Apply the substitution rule to evaluate both definite and indefinite integrals by making an appropriate substitution to simplify the integrand and compute the integral.

Reversing the Chain Rule: \(u\)-substitution

How can we find the antiderivative of the function

\[ g(x) = x e^{x^2} \ \text{and} \ h(x) = e^{x^2}? \nonumber \]

It is important to remember that differentiation and antidifferentiation are almost inverse processes (that they are not is due to the \(+C\) that arises when antidifferentiating). This almost-inverse relationship enables us to take any known derivative rule and rewrite it as a corresponding rule for an indefinite integral. For example, since

\[ \frac{d}{dx} \left[x^5\right] = 5x^4\text{,} \nonumber \]

we can equivalently write

\[ \int 5x^4 \, dx = x^5 + C\text{.} \nonumber \]

Recall that the Chain Rule states that

\[ \frac{d}{dx} \left[ f(g(x)) \right] = f'(g(x)) \cdot g'(x)\text{.} \nonumber \]

Restating this relationship in terms of an indefinite integral,

\[ \int f'(g(x)) g'(x) \, dx = f(g(x))+C\text{.}\label{iLY}\tag{\(\PageIndex{1}\)} \]

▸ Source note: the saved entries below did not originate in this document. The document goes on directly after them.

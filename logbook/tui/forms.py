"""What the entry forms ask for: fields, their parsers in the user's units, and the
records built from them (pure: no Textual). Checks come from logbook.validate."""

from __future__ import annotations

from dataclasses import dataclass
from datetime import date
from typing import Callable

from logbook import fmt, units, validate
from logbook.model import MACHINE_EVENTS, Event, EventKind, Problem, PumpHistory, Reading
from logbook.units import UnitPrefs

Parser = Callable[[str], tuple[object, Problem | None]]


@dataclass(frozen=True)
class FieldDef:
    name: str  # also the name the store uses in its problems
    label: str
    parse: Parser
    unit: str = ""
    placeholder: str = ""


def _number(spec_name: str, unit: str, *, required: str = "", specs=validate.READING_FIELDS) -> Parser:
    spec = specs[spec_name]

    def parse(text: str):
        value, problem = validate.parse_quantity(spec, text, unit)
        if problem is None and value is None and required:
            return None, Problem(spec_name, text, required, unit)
        return value, problem

    return parse


def _date(name: str, today: date) -> Parser:
    return lambda text: validate.parse_date(name, text, today)


def _name(name: str, required: bool = False) -> Parser:
    return lambda text: validate.parse_name(name, text, required=required)


def _free(text: str):
    """Free text is stored exactly as typed (spaces included), as on every other path."""
    return text, None


def _oil_grade(text: str):
    return validate.parse_oil_grade(text)


def _iso4406(text: str):
    return validate.parse_iso4406(text)


def reading_fields(prefs: UnitPrefs, today: date) -> tuple[FieldDef, ...]:
    p, f, t = prefs.pressure, prefs.flow, prefs.temperature
    return (
        FieldDef("date", "Date", _date("date", today), "", "YYYY-MM-DD"),
        FieldDef("machine_hours", "Hour meter", _number("machine_hours", "h", required="is required: the machine's hour meter now"), "h"),
        FieldDef("case_drain", "Case drain", _number("case_drain", f), f),
        FieldDef("servo_pressure", "Servo pressure", _number("servo_pressure", p), p),
        FieldDef("neutral_drift", "Neutral drift", _number("neutral_drift", p), p, "A-B, signed"),
        FieldDef("oil_temp", "Oil temperature", _number("oil_temp", t), t),
        FieldDef("test_pressure", "Test pressure", _number("test_pressure", p), p),
        FieldDef("test_speed", "Test speed", _number("test_speed", "rpm"), "rpm"),
        FieldDef("oil_grade", "Oil ISO VG", _oil_grade, "", "e.g. 46"),
        FieldDef("oil_vi", "Oil VI", _number("oil_vi", ""), ""),
        FieldDef("nu40_cst", "Viscosity 40 C", _number("nu40_cst", "cSt"), "cSt", "if measured"),
        FieldDef("nu100_cst", "Viscosity 100 C", _number("nu100_cst", "cSt"), "cSt", "if measured"),
        FieldDef("charge_pressure", "Charge pressure", _number("charge_pressure", p), p, "optional"),
        FieldDef("iso4406", "ISO 4406", _iso4406, "", "e.g. 18/16/13"),
        FieldDef("technician", "Technician", _free, ""),
        FieldDef("note", "Note", _free, ""),
    )


def _shown(canonical: float | None, unit: str) -> str:
    if canonical is None:
        return ""
    value = units.from_canonical(canonical, unit) if unit else canonical
    return f"{value:.4g}" if abs(value) < 10_000 else f"{value:.0f}"


def reading_prefill(history: PumpHistory, prefs: UnitPrefs, today: date, user: str = "") -> dict[str, str]:
    """Start values: only what is known before anything is measured: today, the model's
    test conditions (the pressure and speed its test is run at), the oil in the machine
    (the last reading's grade and VI, else the model's reference oil: a blank would
    normalize with the reference oil) and the signed-in user as technician. No measured
    value and no name comes from the last reading or the last pump of a round; the form
    marks these as prefilled until changed."""
    m = history.model
    last = history.readings[-1] if history.readings else None
    return {
        "date": today.isoformat(),
        "test_pressure": _shown(m.ref_pressure_bar, prefs.pressure),
        "test_speed": _shown(m.test_speed_rpm, ""),
        "oil_grade": str(last.oil_grade if last and last.oil_grade else m.oil_grade),
        "oil_vi": _shown(last.oil_vi if last and last.oil_vi else m.oil_vi, ""),
        # An input box shows its text raw: a name with control characters is not offered.
        "technician": user if fmt.visible(user) == user else "",
    }


def build_reading(serial: str, values: dict[str, object]) -> Reading:
    """A Reading from parsed (canonical) field values."""
    return Reading(
        id=None,
        serial=serial,
        taken_on=values["date"],
        machine_hours=values["machine_hours"],
        case_drain_lpm=values.get("case_drain"),
        servo_pressure_bar=values.get("servo_pressure"),
        neutral_drift_bar=values.get("neutral_drift"),
        charge_pressure_bar=values.get("charge_pressure"),
        oil_temp_c=values.get("oil_temp"),
        test_pressure_bar=values.get("test_pressure"),
        test_speed_rpm=values.get("test_speed"),
        oil_grade=values.get("oil_grade"),
        oil_vi=values.get("oil_vi"),
        iso4406=values.get("iso4406"),
        technician=values.get("technician") or "",
        note=values.get("note") or "",
        nu40_cst=values.get("nu40_cst"),
        nu100_cst=values.get("nu100_cst"),
    )


def reason_field() -> FieldDef:
    """Why a reading is corrected or removed (kept in the audit trail): required."""
    def parse(text: str):
        if not text.strip():
            return None, Problem("reason", text, "is required: say why, for the audit trail")
        return validate.parse_free_text("reason", text)

    return FieldDef("reason", "Reason", parse, "", "why (kept in the history)")


def reading_texts(reading: Reading, prefs: UnitPrefs) -> dict[str, str]:
    """A stored reading's values as the form shows them (the user's units), to correct it."""
    p, f, t = prefs.pressure, prefs.flow, prefs.temperature
    return {
        "date": reading.taken_on.isoformat(),
        "machine_hours": f"{reading.machine_hours:g}",
        "case_drain": _shown(reading.case_drain_lpm, f),
        "servo_pressure": _shown(reading.servo_pressure_bar, p),
        "neutral_drift": _shown(reading.neutral_drift_bar, p),
        "oil_temp": _shown(reading.oil_temp_c, t),
        "test_pressure": _shown(reading.test_pressure_bar, p),
        "test_speed": _shown(reading.test_speed_rpm, ""),
        "oil_grade": str(reading.oil_grade) if reading.oil_grade else "",
        "oil_vi": _shown(reading.oil_vi, ""),
        "nu40_cst": _shown(reading.nu40_cst, ""),
        "nu100_cst": _shown(reading.nu100_cst, ""),
        "charge_pressure": _shown(reading.charge_pressure_bar, p),
        "iso4406": reading.iso4406 or "",
        "technician": reading.technician if fmt.visible(reading.technician) == reading.technician else "",
        "note": reading.note if fmt.visible(reading.note) == reading.note else "",
    }


def corrections(old: Reading, new: Reading, texts: dict[str, str], typed: dict[str, str]) -> dict[str, object]:
    """The fields a correction changes: those whose text was changed on the form (a value
    shown rounded and left alone is not rewritten by its rounding)."""
    field_of = {
        "date": "taken_on", "machine_hours": "machine_hours", "case_drain": "case_drain_lpm",
        "servo_pressure": "servo_pressure_bar", "neutral_drift": "neutral_drift_bar", "oil_temp": "oil_temp_c",
        "test_pressure": "test_pressure_bar", "test_speed": "test_speed_rpm", "oil_grade": "oil_grade",
        "oil_vi": "oil_vi", "nu40_cst": "nu40_cst", "nu100_cst": "nu100_cst", "charge_pressure": "charge_pressure_bar",
        "iso4406": "iso4406",
        "technician": "technician", "note": "note",
    }
    return {attr: getattr(new, attr) for name, attr in field_of.items()
            if typed.get(name, "") != texts.get(name, "") and getattr(new, attr) != getattr(old, attr)}


# -- events ------------------------------------------------------------------------------

EVENT_KIND_WORDS = {
    EventKind.OVERHAUL: "Overhaul (pump rebuilt)",
    EventKind.EXCHANGE: "Exchange (another unit put in its place)",
    EventKind.NEUTRAL_RESET: "Neutral re-set",
    EventKind.CONTROL_REPAIR: "Control repair",
    EventKind.OIL_CHANGE: "Oil change",
    EventKind.MOVE: "Move to another machine",
    EventKind.METER_REPLACED: "Hour meter replaced",
    EventKind.PARKED: "Machine parked (stands still)",
    EventKind.BACK_IN_SERVICE: "Machine back in service",
}

#: Fields each event kind asks for besides date, technician and note.
EVENT_FIELDS = {
    EventKind.MOVE: ("hours", "to_machine", "to_position", "to_hours"),
    EventKind.METER_REPLACED: ("hours", "to_hours"),
    EventKind.EXCHANGE: ("hours", "serial_in"),
}
DEFAULT_EVENT_FIELDS = ("hours",)


def event_fields(today: date, kind: EventKind) -> tuple[FieldDef, ...]:
    hours_label = "Old meter last" if kind is EventKind.METER_REPLACED else "Hour meter"
    to_hours_label = "New meter start" if kind is EventKind.METER_REPLACED else "Target meter"
    return (
        FieldDef("date", "Date", _date("date", today), "", "YYYY-MM-DD"),
        FieldDef("hours", hours_label, _number("hours", "h", specs=validate.HOURS_FIELDS), "h"),
        FieldDef("to_machine", "To machine", _name("to_machine"), ""),
        FieldDef("to_position", "To position", _name("to_position"), ""),
        FieldDef("to_hours", to_hours_label, _number("to_hours", "h", specs=validate.HOURS_FIELDS), "h"),
        FieldDef("serial_in", "Pump fitted in", _name("serial_in"), "", "serial, blank if not known"),
        FieldDef("technician", "Technician", _free, ""),
        FieldDef("note", "Note", _free, ""),
    )


def build_event(kind: EventKind, serial: str, machine: str | None, values: dict[str, object]) -> Event:
    wanted = set(EVENT_FIELDS.get(kind, DEFAULT_EVENT_FIELDS))
    return Event(
        id=None,
        kind=kind,
        happened_on=values["date"],
        serial=None if kind in MACHINE_EVENTS else serial,
        machine=machine,
        hours=values.get("hours") if "hours" in wanted else None,
        to_machine=values.get("to_machine") if "to_machine" in wanted else None,
        to_position=values.get("to_position") if "to_position" in wanted else None,
        to_hours=values.get("to_hours") if "to_hours" in wanted else None,
        serial_in=values.get("serial_in") if "serial_in" in wanted else None,
        technician=values.get("technician") or "",
        note=values.get("note") or "",
    )


def field_of(problem: Problem, names) -> str | None:
    """The form field a store problem is about, when the form has that field."""
    return problem.field if problem.field in names else None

Equation \(\PageIndex{1}\) tells us that if we can view a given function as \(f'(g(x)) g'(x)\) for some appropriate choices of \(f\) and \(g\text{,}\) then we can antidifferentiate the function by reversing the Chain Rule. Note that both \(g(x)\) and \(g'(x)\) appear in the form of \(f'(g(x)) g'(x)\text{;}\) we will sometimes say that we seek to identify a function-derivative pair (\(g(x)\) and \(g'(x)\)) when trying to apply the rule in Equation \(\PageIndex{1}\).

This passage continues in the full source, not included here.